Япония затуманенным взором оглядел комнату.
- Но я не выбирал родиться страной, - глухо отозвался Кику.
- И не выбирал себе фобию, - Кохэку ухмыльнулся про себя. Сработало. – Она выбрала тебя. И если этот бесполезный мелкий кусок земли не покорит главный горящий объект в этой солнечной системе, то нет цены твоей жизни.
Япония вглядывалась в катану на поясе Кохэку. Она висела на правом боку, в отличие от негласного правила – катана должна быть слева.
Видимо, либо это была откровенная издевка над традициями, либо Кохэку был левшой, решившим наплевать на тренировки правой руки.
- Мы первыми видим Солнце… - пробормотал Япония задумчиво.
- … И мы первыми его покорим. Чего бы это ни стоило, - взгляд Кохэку стал только холодней. - Не оборачивайся назад и не криви душой. Если ты посмеешь вновь колебаться – я уничтожу каждый квадратный сантиметр этой страны. И потом совершу сэппуку, как и обещал. И тогда Японии точно придет конец.

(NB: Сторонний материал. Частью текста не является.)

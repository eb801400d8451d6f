import { randomUUID } from 'node:crypto';
import { gridSchema } from '#contract/grid.ts';
import { gridChangeSchema, type GridChange } from '#contract/working-grid.ts';
import type { GridChangeRow } from '#server/database/entities/grid-change.ts';
import { readJson } from '#server/database/json-column.ts';
import type { Manager } from '#server/database/manager.ts';
import { ProblemError } from '#server/middleware/problem-error.ts';
import type { Services } from '#server/services.ts';
import { siteReply } from '../site-reply.ts';
import { gridOfFactor } from './cell-sizes.ts';
import {
  deleteGridChange,
  findGridChange,
  putGridChange,
  unfinishedGridChanges,
} from './grid-change.repository.ts';
import { performGridChange } from './perform-grid-change.ts';

const startChange = (services: Services, { siteId, id }: Pick<GridChangeRow, 'siteId' | 'id'>): void =>
  services.background.start(id, (progress) => performGridChange(services, siteId, id, progress));

/** Takes up again what an earlier process left unfinished. */
export async function resumeGridChanges(services: Services): Promise<void> {
  for (const row of await unfinishedGridChanges(services.dataSource.manager)) startChange(services, row);
}

/** The change of a site's grid that is under way or has failed; null when there is none. */
export async function gridChangeReply(
  { background }: Services,
  manager: Manager,
  siteId: string,
): Promise<GridChange | null> {
  const row = await findGridChange(manager, siteId);
  if (!row) return null;
  const { id, grid, state, problem, askedAt, askedBy } = row;
  const progress = (state === 'aligning' && background.progressOf(id)) || null;
  return {
    grid: readJson(gridSchema, grid),
    state: state === 'aligning' && !progress ? 'waiting' : gridChangeSchema.shape.state.parse(state),
    progress,
    problem,
    askedAt,
    askedBy,
  };
}

/**
 * Has all layers of a site aligned anew onto cells `factor` times as wide as its finest; then the site takes them at
 * once.
 * @throws ProblemError `conflict` when it has that grid or another change is under way
 */
export async function startGridChange(
  services: Services,
  siteId: string,
  factor: number,
  by: string,
): Promise<GridChange | null> {
  const row = await services.write(async (manager) => {
    const { grid, finestGrid } = await siteReply(manager, siteId);
    const wanted = gridOfFactor(finestGrid, factor);
    if (wanted.cellSize === grid.cellSize)
      throw new ProblemError('conflict', `The site has cells of ${grid.cellSize} m already.`);
    const present = await findGridChange(manager, siteId);
    if (present?.state === 'aligning')
      throw new ProblemError(
        'conflict',
        `${present.askedBy} has asked for other cells already, and that is under way. Wait for it, or stop it first.`,
      );
    const change: GridChangeRow = {
      siteId,
      id: randomUUID(),
      grid: JSON.stringify(wanted),
      state: 'aligning',
      attempts: 0,
      problem: null,
      askedAt: services.clock().toISOString(),
      askedBy: by,
    };
    await putGridChange(manager, change);
    return change;
  });
  startChange(services, row);
  return gridChangeReply(services, services.dataSource.manager, siteId);
}

/** Stops a change of the grid, or dismisses one that failed; the site is as it was. */
export async function cancelGridChange(services: Services, siteId: string): Promise<void> {
  const row = await services.write(async (manager) => {
    const present = await findGridChange(manager, siteId);
    await deleteGridChange(manager, siteId);
    return present;
  });
  if (row) await services.background.cancel(row.id);
}
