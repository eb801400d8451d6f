/** Longest horizon and largest grid that a run may ask for. */
export const maximumYears = 500;
export const maximumCells = 16_777_216 * 4;

/** Drought indices that a run takes, Palmer scale; a draw beyond is held there. */
export const driest = -15;
export const wettest = 15;
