import { describe, expect, it } from 'vitest';
import { cellAt, cellIndex } from '#sim-core/grid/grid.ts';
import {
  pictureGrid,
  pictureGround,
  pictureSpec,
  pictureYears,
  planned,
  survivors,
} from './picture-ground.ts';

describe('the picture at the door', () => {
  it('is the same on every visit', () => {
    const [once, again] = [pictureGround(), pictureGround()];
    expect(once.cover.every((share, i) => share === again.cover[i])).toBe(true);
    expect(new Set(once.cover).size).toBeGreaterThan(100);
  });

  it('shows what its words say: survivors that stand, flags on ground that died', () => {
    const { cover, refuge } = pictureGround();
    const at = ({ column, row }: { column: number; row: number }) => cellIndex(pictureGrid, column, row);
    expect(survivors.length).toBeGreaterThan(5);
    expect(planned.length).toBeGreaterThan(5);
    for (const spot of survivors) expect([cover[at(spot)] > 0.7, refuge[at(spot)]]).toEqual([true, 255]);
    for (const spot of planned) expect(cover[at(spot)]).toBe(0);
  });

  it('plants each flag where the run places its mound', () => {
    const mounds = pictureSpec().actions.flatMap((action) =>
      action.kind === 'mound' ? [cellAt(pictureGrid, action.x, action.y)] : [],
    );
    expect(mounds).toEqual(planned);
  });

  it('reports the moments that are shown', () =>
    expect(pictureSpec().reportYears).toEqual(expect.arrayContaining([...pictureYears.shown])));
});
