import { z } from 'zod';
import { allParameters, anyRateNames, processOf, type AnyRateName } from './all-parameters.ts';
import { beliefWithin, type Belief } from './belief.ts';
import type { FieldProblem } from './problems.ts';
import type { Processes } from './processes.ts';

/** What is believed of rates that are not known exactly, by rate; those of processes among them. */
export type Beliefs = { [name in AnyRateName]?: Belief };
/** Values of some rates, by rate. */
export type DrawnRates = { [name in AnyRateName]?: number };

/** Schema of beliefs: each about a rate that there is, within its range. */
export const beliefsSchema = z.strictObject(
  Object.fromEntries(anyRateNames.map((name) => [name, beliefWithin(allParameters[name]).optional()])),
) as unknown as z.ZodType<Beliefs, Beliefs>;

/** Schema of values of some rates, as a replicate drew them. */
export const drawnRatesSchema = z.strictObject(
  Object.fromEntries(anyRateNames.map((name) => [name, z.number().optional()])),
) as unknown as z.ZodType<DrawnRates, DrawnRates>;

/** Most draws that a Latin hypercube has. */
export const mostDraws = 10_000;

/** Rates that each replicate draws for itself, shared by all options of the same seed. */
export const uncertainSchema = z.strictObject({
  /** rows of the Latin hypercube: in as many replicates, each rate is drawn once from every part of its law */
  draws: z.number().int().min(1).max(mostDraws),
  rates: beliefsSchema,
});
export type Uncertain = z.infer<typeof uncertainSchema>;

/** What makes it impossible beside its processes, at its fields. */
export function uncertainProblems({ rates }: Uncertain, processes: Processes): FieldProblem[] {
  const named = anyRateNames.filter((name) => rates[name] !== undefined);
  if (named.length === 0)
    return [{ field: 'rates', message: 'Names no rate; leave "uncertain" out where every rate is fixed' }];
  return named.flatMap((name) => {
    const part = processOf(name);
    return part === undefined || processes[part]
      ? []
      : [
          {
            field: `rates.${name}`,
            message: `Belongs to ${part}, which are off; name them under "processes" or leave this out`,
          },
        ];
  });
}

/** The beliefs that such processes leave anything to: those about a process that is off drop out. Undefined of none. */
export function beliefsThatApply({ draws, rates }: Uncertain, processes: Processes): Uncertain | undefined {
  const left = Object.entries(rates).filter(([name]) => {
    const part = processOf(name as AnyRateName);
    return part === undefined || processes[part];
  });
  return left.length === 0 ? undefined : { draws, rates: Object.fromEntries(left) };
}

Япония отвернулся от Кохэку, не в силах больше слушать его голос. Он уже пожалел о том моменте, когда позволил ему остаться, а не выгнал, как раньше. Теперь все его мысли обволакивали речи этого беспощадного и ироничного дьявола.
Японии еще было, о чем подумать и на что решиться.
Кохэку, довольный собой, сжал в руке журавлика, с удовольствием вслушиваясь в треск бумаги. Лишь бы кости дробились с такой же легкостью.
Непоколебимость Кику дала глубокую трещину, а это всего лишь первое появление Кохэку с подобной речью. Как отнять конфетку у ребенка, честное слово. Стоило лишь немного смягчить тон.
А быть может, дело было в том, что Япония – вовсе не такой дурак, каким хотел бы казаться. Япония ведь умный мальчик? Он понимал, что Кохэку не врал. Лукавил? Может быть. Но врать – ни за что.
Катана Кохэку уже давно ждала момента, когда хозяин вынет ее из ножен.
Для стран нет места чувствам и сентиментальности, Кику.
Страны не имеют право очеловечиваться. Для нас лишь одна цель – победа любой ценой.
У стран нет морали. У стран есть правила, которые каждый втихаря нарушает.
И я подожгу все, что ты так любишь.
Я выведу эту державу к Карликовой Звезде и подчиню ее.
Чтоб все остальные сгорели дотла.
.
- Снова твои мерзкие благоухания. Сигаретку?